Only the lines of the data below from the one with "MSBetween, MSWithin float64" through the one with "a.DF1, a.DF2 = d1, d2" are wanted. Repeat them exactly.
....................
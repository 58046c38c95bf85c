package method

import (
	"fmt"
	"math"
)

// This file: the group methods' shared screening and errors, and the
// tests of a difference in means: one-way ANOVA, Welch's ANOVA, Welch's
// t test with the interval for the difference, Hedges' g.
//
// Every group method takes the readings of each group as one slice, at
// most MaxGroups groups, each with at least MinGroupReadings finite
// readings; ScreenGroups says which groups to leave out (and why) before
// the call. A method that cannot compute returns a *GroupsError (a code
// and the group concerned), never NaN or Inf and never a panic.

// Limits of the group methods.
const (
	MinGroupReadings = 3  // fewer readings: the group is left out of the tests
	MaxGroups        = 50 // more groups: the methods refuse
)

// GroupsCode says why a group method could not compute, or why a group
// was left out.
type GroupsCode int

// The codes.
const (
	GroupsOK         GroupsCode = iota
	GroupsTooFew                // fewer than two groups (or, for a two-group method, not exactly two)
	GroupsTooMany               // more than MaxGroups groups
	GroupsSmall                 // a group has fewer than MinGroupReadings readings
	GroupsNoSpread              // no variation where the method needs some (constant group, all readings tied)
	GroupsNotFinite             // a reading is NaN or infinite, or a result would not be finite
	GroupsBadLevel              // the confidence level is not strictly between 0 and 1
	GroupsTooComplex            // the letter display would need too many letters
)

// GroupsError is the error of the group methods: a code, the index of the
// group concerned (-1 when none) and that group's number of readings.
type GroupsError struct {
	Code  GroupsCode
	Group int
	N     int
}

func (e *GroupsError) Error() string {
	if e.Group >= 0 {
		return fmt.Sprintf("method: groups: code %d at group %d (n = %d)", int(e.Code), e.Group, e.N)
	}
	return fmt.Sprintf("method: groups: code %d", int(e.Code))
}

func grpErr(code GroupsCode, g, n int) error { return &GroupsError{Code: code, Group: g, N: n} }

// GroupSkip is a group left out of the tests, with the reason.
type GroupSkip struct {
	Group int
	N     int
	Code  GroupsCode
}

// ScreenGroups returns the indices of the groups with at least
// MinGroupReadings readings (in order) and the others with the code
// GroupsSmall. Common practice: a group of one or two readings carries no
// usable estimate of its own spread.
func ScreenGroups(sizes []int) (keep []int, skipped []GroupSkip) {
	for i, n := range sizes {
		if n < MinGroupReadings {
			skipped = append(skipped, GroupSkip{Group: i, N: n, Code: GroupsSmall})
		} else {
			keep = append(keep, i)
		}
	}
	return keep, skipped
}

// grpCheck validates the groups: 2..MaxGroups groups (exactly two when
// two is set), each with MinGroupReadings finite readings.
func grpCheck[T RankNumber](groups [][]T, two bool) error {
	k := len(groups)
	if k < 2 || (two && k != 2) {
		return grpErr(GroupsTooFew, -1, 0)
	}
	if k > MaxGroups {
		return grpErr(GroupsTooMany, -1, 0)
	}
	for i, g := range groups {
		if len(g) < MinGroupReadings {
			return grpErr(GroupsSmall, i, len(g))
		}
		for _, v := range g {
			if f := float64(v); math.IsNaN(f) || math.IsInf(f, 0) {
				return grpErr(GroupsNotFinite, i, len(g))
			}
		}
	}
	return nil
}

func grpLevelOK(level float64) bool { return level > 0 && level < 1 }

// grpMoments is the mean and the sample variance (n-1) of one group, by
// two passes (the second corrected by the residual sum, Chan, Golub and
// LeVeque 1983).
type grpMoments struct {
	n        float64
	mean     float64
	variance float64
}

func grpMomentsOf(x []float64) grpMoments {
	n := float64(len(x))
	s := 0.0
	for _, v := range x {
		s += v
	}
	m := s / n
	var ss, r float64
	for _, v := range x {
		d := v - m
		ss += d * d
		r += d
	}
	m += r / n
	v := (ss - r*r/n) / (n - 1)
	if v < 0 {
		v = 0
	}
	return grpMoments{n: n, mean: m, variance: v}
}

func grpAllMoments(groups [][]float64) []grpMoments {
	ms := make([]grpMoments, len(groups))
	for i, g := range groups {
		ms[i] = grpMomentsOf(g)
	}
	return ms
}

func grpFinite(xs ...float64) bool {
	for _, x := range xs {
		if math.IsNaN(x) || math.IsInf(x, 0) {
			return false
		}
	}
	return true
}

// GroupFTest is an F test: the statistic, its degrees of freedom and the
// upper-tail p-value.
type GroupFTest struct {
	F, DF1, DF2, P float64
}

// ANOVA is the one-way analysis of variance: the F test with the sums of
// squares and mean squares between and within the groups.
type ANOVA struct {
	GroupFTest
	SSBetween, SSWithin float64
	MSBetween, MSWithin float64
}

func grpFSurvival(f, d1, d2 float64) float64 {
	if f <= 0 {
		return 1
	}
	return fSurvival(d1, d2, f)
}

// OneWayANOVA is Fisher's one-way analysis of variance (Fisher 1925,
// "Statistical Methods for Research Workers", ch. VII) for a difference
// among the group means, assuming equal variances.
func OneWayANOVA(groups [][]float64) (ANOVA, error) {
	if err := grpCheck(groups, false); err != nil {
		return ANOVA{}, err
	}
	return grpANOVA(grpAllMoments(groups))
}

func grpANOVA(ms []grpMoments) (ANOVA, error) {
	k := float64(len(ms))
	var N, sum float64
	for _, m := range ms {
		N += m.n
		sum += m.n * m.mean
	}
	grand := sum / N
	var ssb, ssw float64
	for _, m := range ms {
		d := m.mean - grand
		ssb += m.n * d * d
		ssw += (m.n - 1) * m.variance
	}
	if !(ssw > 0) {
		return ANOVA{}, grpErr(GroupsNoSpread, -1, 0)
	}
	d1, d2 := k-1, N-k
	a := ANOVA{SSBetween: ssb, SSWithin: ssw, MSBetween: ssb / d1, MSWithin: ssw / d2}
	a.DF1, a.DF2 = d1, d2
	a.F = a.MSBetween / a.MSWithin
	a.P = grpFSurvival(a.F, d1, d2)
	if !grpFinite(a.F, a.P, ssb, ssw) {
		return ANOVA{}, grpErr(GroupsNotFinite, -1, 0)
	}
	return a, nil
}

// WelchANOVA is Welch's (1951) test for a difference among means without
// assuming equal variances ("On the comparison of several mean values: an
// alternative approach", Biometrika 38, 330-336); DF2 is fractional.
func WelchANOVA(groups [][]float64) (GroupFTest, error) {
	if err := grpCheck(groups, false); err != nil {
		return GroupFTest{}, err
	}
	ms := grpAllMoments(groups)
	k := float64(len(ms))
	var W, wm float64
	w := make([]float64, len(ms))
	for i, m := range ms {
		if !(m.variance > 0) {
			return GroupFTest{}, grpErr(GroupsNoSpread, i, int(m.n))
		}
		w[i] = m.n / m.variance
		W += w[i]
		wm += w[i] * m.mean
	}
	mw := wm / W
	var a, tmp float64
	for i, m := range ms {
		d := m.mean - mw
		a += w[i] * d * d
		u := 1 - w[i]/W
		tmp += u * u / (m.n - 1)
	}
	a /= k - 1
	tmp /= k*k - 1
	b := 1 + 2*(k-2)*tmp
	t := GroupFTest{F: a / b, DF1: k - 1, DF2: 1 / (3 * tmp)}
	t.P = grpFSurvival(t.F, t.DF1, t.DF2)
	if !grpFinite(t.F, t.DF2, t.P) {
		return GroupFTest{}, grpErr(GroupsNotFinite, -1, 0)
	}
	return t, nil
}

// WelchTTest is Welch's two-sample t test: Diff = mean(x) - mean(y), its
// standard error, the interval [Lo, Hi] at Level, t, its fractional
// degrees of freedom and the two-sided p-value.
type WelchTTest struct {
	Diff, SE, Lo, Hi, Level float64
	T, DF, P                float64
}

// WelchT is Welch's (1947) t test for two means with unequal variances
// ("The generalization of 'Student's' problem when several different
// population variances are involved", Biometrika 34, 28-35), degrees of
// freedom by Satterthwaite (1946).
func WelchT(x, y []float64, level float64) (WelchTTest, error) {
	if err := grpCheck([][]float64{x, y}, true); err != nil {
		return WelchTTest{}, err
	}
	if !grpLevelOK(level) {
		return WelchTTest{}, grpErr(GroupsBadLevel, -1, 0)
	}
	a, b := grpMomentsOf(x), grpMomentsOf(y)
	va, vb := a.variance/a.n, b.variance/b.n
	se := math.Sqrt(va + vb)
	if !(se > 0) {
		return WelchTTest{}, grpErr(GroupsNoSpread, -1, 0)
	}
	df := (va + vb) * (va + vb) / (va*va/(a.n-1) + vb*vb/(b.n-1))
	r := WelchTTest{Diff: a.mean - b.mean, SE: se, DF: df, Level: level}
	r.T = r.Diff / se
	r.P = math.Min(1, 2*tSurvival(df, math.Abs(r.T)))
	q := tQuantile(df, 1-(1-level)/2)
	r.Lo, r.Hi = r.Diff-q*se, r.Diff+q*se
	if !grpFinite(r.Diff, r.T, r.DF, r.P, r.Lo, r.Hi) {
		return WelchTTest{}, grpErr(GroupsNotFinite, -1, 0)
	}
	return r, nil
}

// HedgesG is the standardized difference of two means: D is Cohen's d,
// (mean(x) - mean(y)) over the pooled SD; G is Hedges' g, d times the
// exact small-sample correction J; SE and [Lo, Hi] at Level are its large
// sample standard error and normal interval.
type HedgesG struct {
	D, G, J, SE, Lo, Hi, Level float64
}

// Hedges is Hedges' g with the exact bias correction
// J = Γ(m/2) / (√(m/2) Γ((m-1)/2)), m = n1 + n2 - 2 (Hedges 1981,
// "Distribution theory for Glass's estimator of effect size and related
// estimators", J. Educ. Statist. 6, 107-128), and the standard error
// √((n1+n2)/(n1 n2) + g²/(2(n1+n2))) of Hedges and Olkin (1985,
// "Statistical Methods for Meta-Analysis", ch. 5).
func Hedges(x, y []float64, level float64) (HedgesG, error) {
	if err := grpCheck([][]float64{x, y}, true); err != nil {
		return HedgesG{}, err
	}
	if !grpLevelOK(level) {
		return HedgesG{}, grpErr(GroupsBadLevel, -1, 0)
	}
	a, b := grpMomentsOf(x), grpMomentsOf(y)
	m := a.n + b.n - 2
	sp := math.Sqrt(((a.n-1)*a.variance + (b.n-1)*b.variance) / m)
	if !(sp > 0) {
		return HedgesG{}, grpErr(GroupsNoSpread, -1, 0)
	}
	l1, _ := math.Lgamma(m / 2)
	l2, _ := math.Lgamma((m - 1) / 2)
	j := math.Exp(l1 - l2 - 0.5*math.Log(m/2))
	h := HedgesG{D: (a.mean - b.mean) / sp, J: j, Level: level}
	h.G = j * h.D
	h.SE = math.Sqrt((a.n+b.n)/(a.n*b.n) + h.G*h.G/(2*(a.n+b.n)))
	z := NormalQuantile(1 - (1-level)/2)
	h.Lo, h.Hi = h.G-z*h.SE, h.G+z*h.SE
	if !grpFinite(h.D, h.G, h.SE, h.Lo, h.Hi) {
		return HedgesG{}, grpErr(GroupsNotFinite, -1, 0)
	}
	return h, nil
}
....................
▶ [EXERCISE RESULT]:
	MSBetween, MSWithin float64
}

func grpFSurvival(f, d1, d2 float64) float64 {
	if f <= 0 {
		return 1
	}
	return fSurvival(d1, d2, f)
}

// OneWayANOVA is Fisher's one-way analysis of variance (Fisher 1925,
// "Statistical Methods for Research Workers", ch. VII) for a difference
// among the group means, assuming equal variances.
func OneWayANOVA(groups [][]float64) (ANOVA, error) {
	if err := grpCheck(groups, false); err != nil {
		return ANOVA{}, err
	}
	return grpANOVA(grpAllMoments(groups))
}

func grpANOVA(ms []grpMoments) (ANOVA, error) {
	k := float64(len(ms))
	var N, sum float64
	for _, m := range ms {
		N += m.n
		sum += m.n * m.mean
	}
	grand := sum / N
	var ssb, ssw float64
	for _, m := range ms {
		d := m.mean - grand
		ssb += m.n * d * d
		ssw += (m.n - 1) * m.variance
	}
	if !(ssw > 0) {
		return ANOVA{}, grpErr(GroupsNoSpread, -1, 0)
	}
	d1, d2 := k-1, N-k
	a := ANOVA{SSBetween: ssb, SSWithin: ssw, MSBetween: ssb / d1, MSWithin: ssw / d2}
	a.DF1, a.DF2 = d1, d2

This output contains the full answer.